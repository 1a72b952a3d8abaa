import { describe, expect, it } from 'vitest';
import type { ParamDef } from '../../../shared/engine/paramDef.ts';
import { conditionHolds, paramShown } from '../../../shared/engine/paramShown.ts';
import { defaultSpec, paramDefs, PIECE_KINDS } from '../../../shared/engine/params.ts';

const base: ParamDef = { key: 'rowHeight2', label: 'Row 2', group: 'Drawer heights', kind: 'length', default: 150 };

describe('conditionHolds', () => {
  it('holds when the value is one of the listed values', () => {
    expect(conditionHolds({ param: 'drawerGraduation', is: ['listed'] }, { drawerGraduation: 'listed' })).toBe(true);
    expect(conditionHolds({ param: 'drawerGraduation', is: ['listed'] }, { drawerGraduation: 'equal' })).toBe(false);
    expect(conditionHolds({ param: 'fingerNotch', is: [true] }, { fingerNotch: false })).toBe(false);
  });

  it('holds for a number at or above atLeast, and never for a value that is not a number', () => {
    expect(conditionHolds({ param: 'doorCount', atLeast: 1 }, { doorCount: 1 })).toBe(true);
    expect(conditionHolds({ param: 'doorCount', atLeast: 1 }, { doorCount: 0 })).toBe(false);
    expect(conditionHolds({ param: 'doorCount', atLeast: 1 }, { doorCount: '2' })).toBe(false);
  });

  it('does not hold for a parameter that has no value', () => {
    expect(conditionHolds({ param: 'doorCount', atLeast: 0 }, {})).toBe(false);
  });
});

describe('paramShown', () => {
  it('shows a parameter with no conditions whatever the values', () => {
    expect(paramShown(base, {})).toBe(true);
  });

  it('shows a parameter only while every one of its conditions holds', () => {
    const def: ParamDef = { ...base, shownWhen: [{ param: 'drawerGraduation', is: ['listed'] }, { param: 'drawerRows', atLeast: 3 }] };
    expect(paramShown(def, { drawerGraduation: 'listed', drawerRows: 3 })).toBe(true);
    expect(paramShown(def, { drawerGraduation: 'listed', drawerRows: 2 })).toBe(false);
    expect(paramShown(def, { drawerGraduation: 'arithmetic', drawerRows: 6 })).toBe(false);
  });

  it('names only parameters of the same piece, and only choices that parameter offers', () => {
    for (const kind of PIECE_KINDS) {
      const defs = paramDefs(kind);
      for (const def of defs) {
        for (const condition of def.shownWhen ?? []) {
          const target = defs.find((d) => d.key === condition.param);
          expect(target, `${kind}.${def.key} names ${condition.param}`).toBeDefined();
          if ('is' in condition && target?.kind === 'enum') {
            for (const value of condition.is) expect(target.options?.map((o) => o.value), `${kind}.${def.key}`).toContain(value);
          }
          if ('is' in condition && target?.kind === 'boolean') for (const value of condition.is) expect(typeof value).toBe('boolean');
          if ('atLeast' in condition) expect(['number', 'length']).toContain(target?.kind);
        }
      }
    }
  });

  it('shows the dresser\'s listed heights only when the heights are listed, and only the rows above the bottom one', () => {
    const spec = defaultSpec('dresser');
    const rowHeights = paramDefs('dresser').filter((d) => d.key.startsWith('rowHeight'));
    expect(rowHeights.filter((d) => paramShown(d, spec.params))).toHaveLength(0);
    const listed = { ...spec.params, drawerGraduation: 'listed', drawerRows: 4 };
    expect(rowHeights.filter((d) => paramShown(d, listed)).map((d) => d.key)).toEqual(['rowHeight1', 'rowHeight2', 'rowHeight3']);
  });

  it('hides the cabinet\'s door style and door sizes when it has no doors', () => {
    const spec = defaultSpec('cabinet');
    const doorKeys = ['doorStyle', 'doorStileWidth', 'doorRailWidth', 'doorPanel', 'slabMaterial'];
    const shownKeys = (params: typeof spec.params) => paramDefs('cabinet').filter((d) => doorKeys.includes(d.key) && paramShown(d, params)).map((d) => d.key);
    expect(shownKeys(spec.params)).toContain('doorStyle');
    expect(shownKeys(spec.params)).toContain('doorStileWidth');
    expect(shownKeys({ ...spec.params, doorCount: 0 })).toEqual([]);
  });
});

**What this task involves**
Output every entry again, exactly as given.

**Task output**
repository 1a72b952a3d8abaa
import { describe, expect, it } from 'vitest';
import type { ParamDef } from '../../../shared/engine/paramDef.ts';
import { conditionHolds, paramShown } from '../../../shared/engine/paramShown.ts';
import { defaultSpec, paramDefs, PIECE_KINDS } from '../../../shared/engine/params.ts';

const base: ParamDef = { key: 'rowHeight2', label: 'Row 2', group: 'Drawer heights', kind: 'length', default: 150 };

describe('conditionHolds', () => {
  it('holds when the value is one of the listed values', () => {
    expect(conditionHolds({ param: 'drawerGraduation', is: ['listed'] }, { drawerGraduation: 'listed' })).toBe(true);
    expect(conditionHolds({ param: 'drawerGraduation', is: ['listed'] }, { drawerGraduation: 'equal' })).toBe(false);
    expect(conditionHolds({ param: 'fingerNotch', is: [true] }, { fingerNotch: false })).toBe(false);
  });

  it('holds for a number at or above atLeast, and never for a value that is not a number', () => {
    expect(conditionHolds({ param: 'doorCount', atLeast: 1 }, { doorCount: 1 })).toBe(true);
    expect(conditionHolds({ param: 'doorCount', atLeast: 1 }, { doorCount: 0 })).toBe(false);
    expect(conditionHolds({ param: 'doorCount', atLeast: 1 }, { doorCount: '2' })).toBe(false);
  });

  it('does not hold for a parameter that has no value', () => {
    expect(conditionHolds({ param: 'doorCount', atLeast: 0 }, {})).toBe(false);
  });
});

describe('paramShown', () => {
  it('shows a parameter with no conditions whatever the values', () => {
    expect(paramShown(base, {})).toBe(true);
  });

  it('shows a parameter only while every one of its conditions holds', () => {
    const def: ParamDef = { ...base, shownWhen: [{ param: 'drawerGraduation', is: ['listed'] }, { param: 'drawerRows', atLeast: 3 }] };
    expect(paramShown(def, { drawerGraduation: 'listed', drawerRows: 3 })).toBe(true);
    expect(paramShown(def, { drawerGraduation: 'listed', drawerRows: 2 })).toBe(false);
    expect(paramShown(def, { drawerGraduation: 'arithmetic', drawerRows: 6 })).toBe(false);
  });

  it('names only parameters of the same piece, and only choices that parameter offers', () => {
    for (const kind of PIECE_KINDS) {
      const defs = paramDefs(kind);
      for (const def of defs) {
        for (const condition of def.shownWhen ?? []) {
          const target = defs.find((d) => d.key === condition.param);
          expect(target, `${kind}.${def.key} names ${condition.param}`).toBeDefined();
          if ('is' in condition && target?.kind === 'enum') {
            for (const value of condition.is) expect(target.options?.map((o) => o.value), `${kind}.${def.key}`).toContain(value);
          }
          if ('is' in condition && target?.kind === 'boolean') for (const value of condition.is) expect(typeof value).toBe('boolean');
          if ('atLeast' in condition) expect(['number', 'length']).toContain(target?.kind);
        }
      }
    }
  });

  it('shows the dresser\'s listed heights only when the heights are listed, and only the rows above the bottom one', () => {
    const spec = defaultSpec('dresser');
    const rowHeights = paramDefs('dresser').filter((d) => d.key.startsWith('rowHeight'));
    expect(rowHeights.filter((d) => paramShown(d, spec.params))).toHaveLength(0);
    const listed = { ...spec.params, drawerGraduation: 'listed', drawerRows: 4 };
    expect(rowHeights.filter((d) => paramShown(d, listed)).map((d) => d.key)).toEqual(['rowHeight1', 'rowHeight2', 'rowHeight3']);
  });

  it('hides the cabinet\'s door style and door sizes when it has no doors', () => {
    const spec = defaultSpec('cabinet');
    const doorKeys = ['doorStyle', 'doorStileWidth', 'doorRailWidth', 'doorPanel', 'slabMaterial'];
    const shownKeys = (params: typeof spec.params) => paramDefs('cabinet').filter((d) => doorKeys.includes(d.key) && paramShown(d, params)).map((d) => d.key);
    expect(shownKeys(spec.params)).toContain('doorStyle');
    expect(shownKeys(spec.params)).toContain('doorStileWidth');
    expect(shownKeys({ ...spec.params, doorCount: 0 })).toEqual([]);
  });
});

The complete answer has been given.